◆ **ASSIGNMENT**: What lines of the material below include the string "home"? Copy all of them.

==*==

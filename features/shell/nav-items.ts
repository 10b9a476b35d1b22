import type { Role } from '@/features/auth/schema';

export type NavIcon = 'sun' | 'inbox' | 'home' | 'users' | 'activity' | 'user' | 'list';
export type NavItem = { href: string; label: string; icon: NavIcon };

/** What each role sees in the navigation, in order. The first item is the role's home. */
export const navItems: Record<Role, NavItem[]> = {
  inspector: [
    { href: '/today', label: 'Today', icon: 'sun' },
    { href: '/loads', label: 'Load check', icon: 'activity' },
    { href: '/account', label: 'Account', icon: 'user' },
  ],
  supervisor: [
    { href: '/review', label: 'Review', icon: 'inbox' },
    { href: '/loads', label: 'Load check', icon: 'activity' },
    { href: '/account', label: 'Account', icon: 'user' },
  ],
  operator: [
    { href: '/my-rides', label: 'My rides', icon: 'home' },
    { href: '/account', label: 'Account', icon: 'user' },
  ],
  admin: [
    { href: '/admin', label: 'Admin', icon: 'users' },
    { href: '/loads', label: 'Load check', icon: 'activity' },
    { href: '/account', label: 'Account', icon: 'user' },
  ],
};

/** True when `pathname` belongs to the nav item (exact or a sub-route). */
export function isActive(item: NavItem, pathname: string): boolean {
  return pathname === item.href || pathname.startsWith(`${item.href}/`);
}
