import { Card } from '@/components/card';
import { Caution } from '@/components/caution';
import { Column, Columns, Screen } from '@/components/screen';
import { Text } from '@/components/text';
import { useWide } from '@/components/use-wide';
import { roleLabel, useSession } from '@/features/auth';
import { PasswordChangeCard } from '@/features/auth/ui';
import { PhoneStorageCard } from '@/features/device-db/ui';
import { InspectorSignOut, SignOutButton } from '@/features/shell/sign-out-card';
import { ThemeCard } from '@/features/shell/theme-card';

/**
 * The person's own page. It lives in the shell, above the device database and sync, because signing out
 * an inspector has to count and wipe what the phone holds for them. Who you are and signing out first
 * (the phone's thumb reach), then the password and the phone's storage; side by side on a wide screen.
 */
export function AccountScreen() {
  const session = useSession();
  const wide = useWide();
  const user = session.data?.user;
  if (!user) return null;
  const who = (
    <>
      <Card>
        <Text variant="heading">{user.name}</Text>
        <Text muted>{user.email}</Text>
        <Text>
          {roleLabel[user.role]}
          {user.companyName ? ` · ${user.companyName}` : ''}
        </Text>
      </Card>
      {user.role === 'inspector' ? <InspectorSignOut /> : <SignOutButton />}
    </>
  );
  const settings = (
    <>
      <PasswordChangeCard user={user} />
      <ThemeCard />
      <PhoneStorageCard />
    </>
  );
  return (
    <Screen title="Account">
      {/* Columns only side by side: stacked, a Column's zero basis would fold its cards over each other. */}
      {wide ? (
        <Columns>
          <Column>{who}</Column>
          <Column>{settings}</Column>
        </Columns>
      ) : (
        <>
          {who}
          {settings}
        </>
      )}
      <Caution full />
    </Screen>
  );
}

==*==

◆ **ANSWER**:
export type NavIcon = 'sun' | 'inbox' | 'home' | 'users' | 'activity' | 'user' | 'list';
/** What each role sees in the navigation, in order. The first item is the role's home. */
    { href: '/my-rides', label: 'My rides', icon: 'home' },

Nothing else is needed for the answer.